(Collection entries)
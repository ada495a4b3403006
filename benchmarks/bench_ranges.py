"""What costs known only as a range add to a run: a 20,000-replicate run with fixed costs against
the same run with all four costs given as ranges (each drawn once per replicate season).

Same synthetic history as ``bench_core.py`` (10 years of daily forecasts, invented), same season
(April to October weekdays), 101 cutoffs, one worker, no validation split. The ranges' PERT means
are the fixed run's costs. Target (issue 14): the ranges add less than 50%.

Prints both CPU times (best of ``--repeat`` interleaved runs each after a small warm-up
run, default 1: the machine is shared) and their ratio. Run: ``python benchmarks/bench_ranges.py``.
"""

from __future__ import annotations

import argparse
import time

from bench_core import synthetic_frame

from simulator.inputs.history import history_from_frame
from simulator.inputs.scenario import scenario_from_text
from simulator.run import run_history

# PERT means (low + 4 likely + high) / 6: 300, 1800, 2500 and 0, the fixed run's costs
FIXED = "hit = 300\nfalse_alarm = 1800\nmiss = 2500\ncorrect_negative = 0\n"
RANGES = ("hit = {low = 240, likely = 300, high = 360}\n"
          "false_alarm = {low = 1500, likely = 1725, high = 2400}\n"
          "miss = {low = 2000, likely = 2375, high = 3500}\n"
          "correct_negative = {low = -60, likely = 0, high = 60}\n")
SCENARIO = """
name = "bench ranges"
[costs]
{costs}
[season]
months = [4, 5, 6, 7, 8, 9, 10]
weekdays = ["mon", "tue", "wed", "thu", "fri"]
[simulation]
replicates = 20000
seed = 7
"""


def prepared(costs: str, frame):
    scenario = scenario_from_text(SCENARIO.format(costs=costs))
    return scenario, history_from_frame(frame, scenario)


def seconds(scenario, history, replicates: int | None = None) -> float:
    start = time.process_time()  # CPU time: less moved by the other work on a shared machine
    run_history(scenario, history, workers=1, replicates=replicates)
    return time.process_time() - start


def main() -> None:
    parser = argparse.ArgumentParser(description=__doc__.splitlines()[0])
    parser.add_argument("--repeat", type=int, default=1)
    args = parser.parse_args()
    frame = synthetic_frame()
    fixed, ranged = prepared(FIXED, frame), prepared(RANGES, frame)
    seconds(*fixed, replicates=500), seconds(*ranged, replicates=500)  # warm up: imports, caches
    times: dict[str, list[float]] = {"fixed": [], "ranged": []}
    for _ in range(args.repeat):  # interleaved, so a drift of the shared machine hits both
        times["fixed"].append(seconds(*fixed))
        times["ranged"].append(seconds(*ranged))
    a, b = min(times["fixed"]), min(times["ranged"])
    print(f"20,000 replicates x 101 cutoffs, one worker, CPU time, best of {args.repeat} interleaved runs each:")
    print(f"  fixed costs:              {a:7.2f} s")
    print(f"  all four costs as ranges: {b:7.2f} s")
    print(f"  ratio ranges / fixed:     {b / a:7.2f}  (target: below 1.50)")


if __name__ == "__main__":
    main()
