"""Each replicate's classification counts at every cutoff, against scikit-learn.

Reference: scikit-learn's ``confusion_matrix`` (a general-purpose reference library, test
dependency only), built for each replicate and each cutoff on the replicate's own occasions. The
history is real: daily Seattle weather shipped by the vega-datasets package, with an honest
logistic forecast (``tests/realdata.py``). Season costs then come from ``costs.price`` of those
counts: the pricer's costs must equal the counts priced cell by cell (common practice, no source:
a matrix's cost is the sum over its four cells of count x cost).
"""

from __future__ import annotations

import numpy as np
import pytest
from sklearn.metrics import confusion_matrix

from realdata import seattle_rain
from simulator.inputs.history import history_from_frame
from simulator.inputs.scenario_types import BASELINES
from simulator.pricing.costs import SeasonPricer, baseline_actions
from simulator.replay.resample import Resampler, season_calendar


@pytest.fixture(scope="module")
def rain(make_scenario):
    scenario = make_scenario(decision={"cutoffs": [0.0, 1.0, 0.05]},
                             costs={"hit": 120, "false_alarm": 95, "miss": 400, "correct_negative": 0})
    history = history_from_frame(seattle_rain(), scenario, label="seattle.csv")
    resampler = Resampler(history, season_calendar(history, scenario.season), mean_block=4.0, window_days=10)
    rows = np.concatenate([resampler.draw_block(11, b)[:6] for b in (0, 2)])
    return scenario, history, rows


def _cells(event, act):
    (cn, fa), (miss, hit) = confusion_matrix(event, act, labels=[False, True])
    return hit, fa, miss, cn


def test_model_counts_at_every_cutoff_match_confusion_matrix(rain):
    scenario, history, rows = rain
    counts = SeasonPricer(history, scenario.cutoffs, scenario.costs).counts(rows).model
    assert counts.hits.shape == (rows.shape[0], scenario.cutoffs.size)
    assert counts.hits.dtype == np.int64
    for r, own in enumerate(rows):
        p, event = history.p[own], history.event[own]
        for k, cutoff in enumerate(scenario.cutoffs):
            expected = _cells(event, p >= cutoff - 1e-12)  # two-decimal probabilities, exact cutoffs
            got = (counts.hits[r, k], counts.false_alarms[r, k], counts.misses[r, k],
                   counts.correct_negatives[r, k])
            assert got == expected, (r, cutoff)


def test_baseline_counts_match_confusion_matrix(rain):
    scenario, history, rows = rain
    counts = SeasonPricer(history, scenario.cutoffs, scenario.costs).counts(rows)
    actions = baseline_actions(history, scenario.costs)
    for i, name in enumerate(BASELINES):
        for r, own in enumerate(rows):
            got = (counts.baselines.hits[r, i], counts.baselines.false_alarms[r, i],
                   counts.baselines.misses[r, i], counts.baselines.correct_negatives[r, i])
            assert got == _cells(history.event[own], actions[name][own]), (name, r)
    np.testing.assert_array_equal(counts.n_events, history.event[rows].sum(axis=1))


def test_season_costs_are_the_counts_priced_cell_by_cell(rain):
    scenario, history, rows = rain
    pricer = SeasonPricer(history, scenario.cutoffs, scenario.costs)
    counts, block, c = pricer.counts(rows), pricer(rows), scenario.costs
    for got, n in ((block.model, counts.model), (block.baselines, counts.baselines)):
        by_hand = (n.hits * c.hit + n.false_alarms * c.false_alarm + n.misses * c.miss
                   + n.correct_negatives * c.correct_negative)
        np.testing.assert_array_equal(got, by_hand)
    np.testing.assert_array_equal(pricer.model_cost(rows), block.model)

--

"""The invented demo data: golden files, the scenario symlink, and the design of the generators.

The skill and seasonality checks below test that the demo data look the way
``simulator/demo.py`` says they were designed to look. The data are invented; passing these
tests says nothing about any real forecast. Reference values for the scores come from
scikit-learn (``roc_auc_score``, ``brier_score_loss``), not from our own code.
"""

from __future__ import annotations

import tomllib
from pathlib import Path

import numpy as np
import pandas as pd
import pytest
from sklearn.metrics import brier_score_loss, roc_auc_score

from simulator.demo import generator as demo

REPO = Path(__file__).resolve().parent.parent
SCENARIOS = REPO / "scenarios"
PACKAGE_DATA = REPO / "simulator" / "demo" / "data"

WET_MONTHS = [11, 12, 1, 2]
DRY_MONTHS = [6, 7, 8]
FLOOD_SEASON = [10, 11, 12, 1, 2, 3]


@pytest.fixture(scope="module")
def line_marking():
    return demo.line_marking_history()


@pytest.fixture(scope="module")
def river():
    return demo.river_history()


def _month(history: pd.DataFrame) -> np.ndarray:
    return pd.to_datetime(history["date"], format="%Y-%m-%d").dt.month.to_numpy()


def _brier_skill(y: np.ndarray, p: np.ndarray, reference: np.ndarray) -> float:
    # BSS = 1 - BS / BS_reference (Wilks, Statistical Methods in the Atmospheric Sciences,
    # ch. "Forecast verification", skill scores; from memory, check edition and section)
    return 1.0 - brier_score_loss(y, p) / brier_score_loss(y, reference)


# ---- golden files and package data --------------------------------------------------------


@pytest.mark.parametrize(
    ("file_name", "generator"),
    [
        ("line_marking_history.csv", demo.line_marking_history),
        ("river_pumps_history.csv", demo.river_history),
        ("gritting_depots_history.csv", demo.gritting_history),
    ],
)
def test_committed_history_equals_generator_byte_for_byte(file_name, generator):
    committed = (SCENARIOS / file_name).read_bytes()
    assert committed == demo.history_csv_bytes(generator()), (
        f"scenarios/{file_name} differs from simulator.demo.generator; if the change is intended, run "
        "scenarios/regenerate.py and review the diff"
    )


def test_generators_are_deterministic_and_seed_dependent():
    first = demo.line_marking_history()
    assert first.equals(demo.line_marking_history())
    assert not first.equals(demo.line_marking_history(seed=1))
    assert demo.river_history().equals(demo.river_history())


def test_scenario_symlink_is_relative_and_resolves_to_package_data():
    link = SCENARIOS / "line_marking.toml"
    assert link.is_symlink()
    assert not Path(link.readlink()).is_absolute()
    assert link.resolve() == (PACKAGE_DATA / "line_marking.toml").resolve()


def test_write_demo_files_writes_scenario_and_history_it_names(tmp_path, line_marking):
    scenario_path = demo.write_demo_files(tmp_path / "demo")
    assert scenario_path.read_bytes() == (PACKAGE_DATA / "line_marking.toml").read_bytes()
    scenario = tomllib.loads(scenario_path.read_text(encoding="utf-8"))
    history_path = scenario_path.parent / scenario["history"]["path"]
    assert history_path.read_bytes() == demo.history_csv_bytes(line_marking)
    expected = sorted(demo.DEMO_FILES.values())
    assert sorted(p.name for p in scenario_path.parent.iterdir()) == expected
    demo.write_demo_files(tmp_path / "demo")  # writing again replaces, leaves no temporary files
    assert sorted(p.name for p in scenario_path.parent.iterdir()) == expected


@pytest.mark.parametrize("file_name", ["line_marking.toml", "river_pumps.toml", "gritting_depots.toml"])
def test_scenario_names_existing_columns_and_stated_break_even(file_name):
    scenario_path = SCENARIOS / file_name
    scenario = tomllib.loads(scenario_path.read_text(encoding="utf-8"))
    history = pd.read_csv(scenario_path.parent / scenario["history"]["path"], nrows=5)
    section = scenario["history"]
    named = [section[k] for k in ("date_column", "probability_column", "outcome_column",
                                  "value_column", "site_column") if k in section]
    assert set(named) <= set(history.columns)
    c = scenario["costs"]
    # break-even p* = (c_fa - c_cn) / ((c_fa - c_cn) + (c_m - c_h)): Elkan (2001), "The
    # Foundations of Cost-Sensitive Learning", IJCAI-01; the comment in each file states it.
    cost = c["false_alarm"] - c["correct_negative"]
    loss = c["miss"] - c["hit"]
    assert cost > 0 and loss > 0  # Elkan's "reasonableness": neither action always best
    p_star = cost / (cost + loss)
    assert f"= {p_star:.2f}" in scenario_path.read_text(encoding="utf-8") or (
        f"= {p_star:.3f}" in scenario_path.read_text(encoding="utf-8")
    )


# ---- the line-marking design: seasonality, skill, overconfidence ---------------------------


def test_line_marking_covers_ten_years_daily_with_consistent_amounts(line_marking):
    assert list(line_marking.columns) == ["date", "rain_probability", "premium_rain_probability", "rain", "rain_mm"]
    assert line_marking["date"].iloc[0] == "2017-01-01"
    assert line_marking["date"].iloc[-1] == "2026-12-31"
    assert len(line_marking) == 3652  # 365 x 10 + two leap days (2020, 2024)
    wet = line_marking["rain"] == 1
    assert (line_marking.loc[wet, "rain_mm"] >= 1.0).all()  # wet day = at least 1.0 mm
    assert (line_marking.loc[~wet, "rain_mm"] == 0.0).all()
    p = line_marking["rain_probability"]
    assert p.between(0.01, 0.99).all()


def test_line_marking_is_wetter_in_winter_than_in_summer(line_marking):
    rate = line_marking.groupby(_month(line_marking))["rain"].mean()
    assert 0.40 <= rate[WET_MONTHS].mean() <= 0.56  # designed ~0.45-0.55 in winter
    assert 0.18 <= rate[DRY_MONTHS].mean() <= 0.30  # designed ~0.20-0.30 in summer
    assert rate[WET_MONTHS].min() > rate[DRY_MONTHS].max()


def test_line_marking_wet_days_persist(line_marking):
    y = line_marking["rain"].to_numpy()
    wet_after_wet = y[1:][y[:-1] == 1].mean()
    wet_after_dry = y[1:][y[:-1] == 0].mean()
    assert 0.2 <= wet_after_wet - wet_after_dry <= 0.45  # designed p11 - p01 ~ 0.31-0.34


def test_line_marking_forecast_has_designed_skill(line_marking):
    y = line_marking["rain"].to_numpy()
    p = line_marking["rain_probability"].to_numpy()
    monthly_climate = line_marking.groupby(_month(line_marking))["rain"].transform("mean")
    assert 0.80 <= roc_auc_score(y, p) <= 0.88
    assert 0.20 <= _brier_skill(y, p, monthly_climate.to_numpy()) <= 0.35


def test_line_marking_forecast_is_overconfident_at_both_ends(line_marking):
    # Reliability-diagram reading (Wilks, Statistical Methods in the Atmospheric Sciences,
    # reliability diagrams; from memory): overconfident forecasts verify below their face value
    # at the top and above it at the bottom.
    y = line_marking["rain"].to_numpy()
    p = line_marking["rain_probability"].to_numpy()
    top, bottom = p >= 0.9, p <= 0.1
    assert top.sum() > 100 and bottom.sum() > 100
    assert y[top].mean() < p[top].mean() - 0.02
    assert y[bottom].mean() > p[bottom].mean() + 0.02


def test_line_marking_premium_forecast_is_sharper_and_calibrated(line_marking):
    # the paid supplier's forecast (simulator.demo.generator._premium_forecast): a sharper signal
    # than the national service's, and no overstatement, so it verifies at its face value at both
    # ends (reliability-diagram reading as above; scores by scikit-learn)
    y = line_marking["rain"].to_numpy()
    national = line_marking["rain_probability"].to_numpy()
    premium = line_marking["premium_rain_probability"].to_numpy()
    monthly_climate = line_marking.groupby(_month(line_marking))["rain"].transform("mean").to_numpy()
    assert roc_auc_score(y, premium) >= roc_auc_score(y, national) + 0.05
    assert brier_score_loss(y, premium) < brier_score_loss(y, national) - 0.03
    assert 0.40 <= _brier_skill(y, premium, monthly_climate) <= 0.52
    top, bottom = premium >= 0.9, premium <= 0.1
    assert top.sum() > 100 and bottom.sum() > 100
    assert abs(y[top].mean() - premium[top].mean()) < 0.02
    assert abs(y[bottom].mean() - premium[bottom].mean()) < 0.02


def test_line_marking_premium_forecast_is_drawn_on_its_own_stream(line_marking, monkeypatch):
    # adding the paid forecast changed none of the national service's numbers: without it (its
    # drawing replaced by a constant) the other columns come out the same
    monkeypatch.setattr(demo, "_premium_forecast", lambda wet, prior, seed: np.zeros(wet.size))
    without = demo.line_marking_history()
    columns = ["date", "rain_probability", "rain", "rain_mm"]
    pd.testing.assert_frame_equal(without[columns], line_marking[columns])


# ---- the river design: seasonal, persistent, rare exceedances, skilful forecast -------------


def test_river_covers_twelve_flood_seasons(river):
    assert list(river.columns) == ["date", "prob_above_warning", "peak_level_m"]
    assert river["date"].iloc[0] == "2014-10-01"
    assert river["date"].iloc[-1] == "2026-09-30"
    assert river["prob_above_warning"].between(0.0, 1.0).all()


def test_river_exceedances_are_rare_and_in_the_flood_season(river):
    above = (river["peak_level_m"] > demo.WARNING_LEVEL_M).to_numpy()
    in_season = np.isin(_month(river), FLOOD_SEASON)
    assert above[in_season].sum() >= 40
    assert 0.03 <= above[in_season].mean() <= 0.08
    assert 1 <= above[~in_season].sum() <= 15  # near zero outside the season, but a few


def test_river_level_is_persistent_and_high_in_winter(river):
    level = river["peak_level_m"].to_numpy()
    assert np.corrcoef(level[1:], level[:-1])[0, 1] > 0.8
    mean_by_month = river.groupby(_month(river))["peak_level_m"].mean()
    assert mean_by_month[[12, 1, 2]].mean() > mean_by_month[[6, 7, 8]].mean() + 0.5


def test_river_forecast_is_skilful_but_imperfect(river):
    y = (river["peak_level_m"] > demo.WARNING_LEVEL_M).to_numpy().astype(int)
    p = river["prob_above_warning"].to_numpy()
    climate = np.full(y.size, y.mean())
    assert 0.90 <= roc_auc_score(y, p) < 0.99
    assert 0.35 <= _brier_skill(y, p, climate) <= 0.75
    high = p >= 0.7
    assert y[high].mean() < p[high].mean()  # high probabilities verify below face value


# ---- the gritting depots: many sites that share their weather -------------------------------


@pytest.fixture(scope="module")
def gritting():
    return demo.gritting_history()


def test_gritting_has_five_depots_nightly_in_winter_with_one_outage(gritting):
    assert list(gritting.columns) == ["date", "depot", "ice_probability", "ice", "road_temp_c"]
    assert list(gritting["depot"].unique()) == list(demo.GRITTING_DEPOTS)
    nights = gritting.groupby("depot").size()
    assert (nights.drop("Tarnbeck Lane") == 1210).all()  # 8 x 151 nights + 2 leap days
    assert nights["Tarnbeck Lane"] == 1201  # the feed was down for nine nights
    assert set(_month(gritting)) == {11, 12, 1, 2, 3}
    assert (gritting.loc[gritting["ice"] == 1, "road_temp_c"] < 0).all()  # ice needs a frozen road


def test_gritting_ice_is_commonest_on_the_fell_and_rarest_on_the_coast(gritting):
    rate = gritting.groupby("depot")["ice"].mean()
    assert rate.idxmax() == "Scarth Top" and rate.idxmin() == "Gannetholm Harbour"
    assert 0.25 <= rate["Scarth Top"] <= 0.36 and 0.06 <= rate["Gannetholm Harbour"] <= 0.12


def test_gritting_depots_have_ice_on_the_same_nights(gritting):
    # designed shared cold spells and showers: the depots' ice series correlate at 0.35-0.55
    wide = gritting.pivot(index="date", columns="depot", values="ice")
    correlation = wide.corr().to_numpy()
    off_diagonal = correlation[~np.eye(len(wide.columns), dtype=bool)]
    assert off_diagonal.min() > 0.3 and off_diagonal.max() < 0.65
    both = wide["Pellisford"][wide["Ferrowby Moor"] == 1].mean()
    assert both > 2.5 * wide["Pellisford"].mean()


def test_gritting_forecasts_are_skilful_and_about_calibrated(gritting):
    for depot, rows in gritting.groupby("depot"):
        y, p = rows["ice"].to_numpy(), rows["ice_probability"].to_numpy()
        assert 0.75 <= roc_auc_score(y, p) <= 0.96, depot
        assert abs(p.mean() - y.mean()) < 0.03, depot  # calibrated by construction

==

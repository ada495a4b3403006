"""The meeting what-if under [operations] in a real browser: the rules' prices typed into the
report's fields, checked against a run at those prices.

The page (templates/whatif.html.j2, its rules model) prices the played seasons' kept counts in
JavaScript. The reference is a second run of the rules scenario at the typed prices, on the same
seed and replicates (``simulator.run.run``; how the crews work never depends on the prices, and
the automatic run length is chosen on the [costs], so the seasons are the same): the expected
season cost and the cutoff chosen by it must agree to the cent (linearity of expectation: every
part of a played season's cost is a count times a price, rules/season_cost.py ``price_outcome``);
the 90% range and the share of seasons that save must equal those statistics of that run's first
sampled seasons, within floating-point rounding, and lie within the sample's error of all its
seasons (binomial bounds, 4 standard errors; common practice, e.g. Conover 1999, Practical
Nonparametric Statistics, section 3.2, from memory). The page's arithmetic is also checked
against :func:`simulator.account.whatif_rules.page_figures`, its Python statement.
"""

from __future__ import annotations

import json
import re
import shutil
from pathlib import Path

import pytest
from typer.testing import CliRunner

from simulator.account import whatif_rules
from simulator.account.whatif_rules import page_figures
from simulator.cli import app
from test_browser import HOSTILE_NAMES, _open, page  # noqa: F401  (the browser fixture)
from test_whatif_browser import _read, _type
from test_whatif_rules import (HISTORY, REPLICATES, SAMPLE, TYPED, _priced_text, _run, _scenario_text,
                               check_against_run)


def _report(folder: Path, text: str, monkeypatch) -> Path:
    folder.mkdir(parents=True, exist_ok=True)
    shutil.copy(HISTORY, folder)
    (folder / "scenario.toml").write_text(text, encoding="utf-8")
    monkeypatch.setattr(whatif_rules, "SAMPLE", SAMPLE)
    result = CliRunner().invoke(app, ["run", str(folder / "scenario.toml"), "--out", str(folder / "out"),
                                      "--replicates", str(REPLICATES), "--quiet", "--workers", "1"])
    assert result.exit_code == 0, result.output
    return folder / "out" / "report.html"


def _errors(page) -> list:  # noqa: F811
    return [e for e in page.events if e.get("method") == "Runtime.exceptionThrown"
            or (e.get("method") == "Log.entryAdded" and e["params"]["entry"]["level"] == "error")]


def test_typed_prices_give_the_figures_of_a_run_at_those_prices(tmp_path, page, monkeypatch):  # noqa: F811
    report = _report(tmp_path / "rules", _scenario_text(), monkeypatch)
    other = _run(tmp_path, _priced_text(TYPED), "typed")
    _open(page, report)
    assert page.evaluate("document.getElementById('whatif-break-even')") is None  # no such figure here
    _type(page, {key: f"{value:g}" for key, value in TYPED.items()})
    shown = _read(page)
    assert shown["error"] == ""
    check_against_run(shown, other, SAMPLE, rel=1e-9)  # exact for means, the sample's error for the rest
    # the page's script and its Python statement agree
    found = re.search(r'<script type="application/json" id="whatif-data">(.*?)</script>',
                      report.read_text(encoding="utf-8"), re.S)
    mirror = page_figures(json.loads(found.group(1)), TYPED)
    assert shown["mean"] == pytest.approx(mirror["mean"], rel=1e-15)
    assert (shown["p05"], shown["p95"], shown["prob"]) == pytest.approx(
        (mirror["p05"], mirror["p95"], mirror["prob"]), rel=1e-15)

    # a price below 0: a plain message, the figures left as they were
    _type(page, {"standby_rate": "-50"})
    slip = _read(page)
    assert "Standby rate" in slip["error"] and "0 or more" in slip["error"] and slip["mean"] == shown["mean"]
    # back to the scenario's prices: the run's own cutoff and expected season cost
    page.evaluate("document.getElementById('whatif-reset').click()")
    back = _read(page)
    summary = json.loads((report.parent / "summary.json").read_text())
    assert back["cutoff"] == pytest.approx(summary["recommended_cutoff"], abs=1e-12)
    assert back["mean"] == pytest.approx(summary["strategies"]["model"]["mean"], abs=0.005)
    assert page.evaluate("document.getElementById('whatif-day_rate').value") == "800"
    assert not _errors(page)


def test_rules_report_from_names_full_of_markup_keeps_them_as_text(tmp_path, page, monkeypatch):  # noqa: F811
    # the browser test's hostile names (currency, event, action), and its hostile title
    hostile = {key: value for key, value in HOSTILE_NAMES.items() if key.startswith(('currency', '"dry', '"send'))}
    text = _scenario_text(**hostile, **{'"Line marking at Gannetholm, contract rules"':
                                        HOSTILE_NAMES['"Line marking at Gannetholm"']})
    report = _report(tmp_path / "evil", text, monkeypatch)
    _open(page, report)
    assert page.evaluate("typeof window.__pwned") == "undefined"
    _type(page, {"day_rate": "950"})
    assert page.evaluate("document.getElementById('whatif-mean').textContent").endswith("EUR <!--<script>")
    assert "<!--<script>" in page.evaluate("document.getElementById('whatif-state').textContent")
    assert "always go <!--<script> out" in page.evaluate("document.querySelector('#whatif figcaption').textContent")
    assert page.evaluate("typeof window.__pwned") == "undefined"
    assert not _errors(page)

**TASK BRIEF:** Output the lines above between the one holding "Prints both CPU" and the one holding "from simulator.run import run_history", inclusive, with nothing before or after them.

**ANSWER BOX:**
Prints both CPU times (best of ``--repeat`` interleaved runs each after a small warm-up
run, default 1: the machine is shared) and their ratio. Run: ``python benchmarks/bench_ranges.py``.
"""

from __future__ import annotations

import argparse
import time

from bench_core import synthetic_frame

from simulator.inputs.history import history_from_frame
from simulator.inputs.scenario import scenario_from_text
from simulator.run import run_history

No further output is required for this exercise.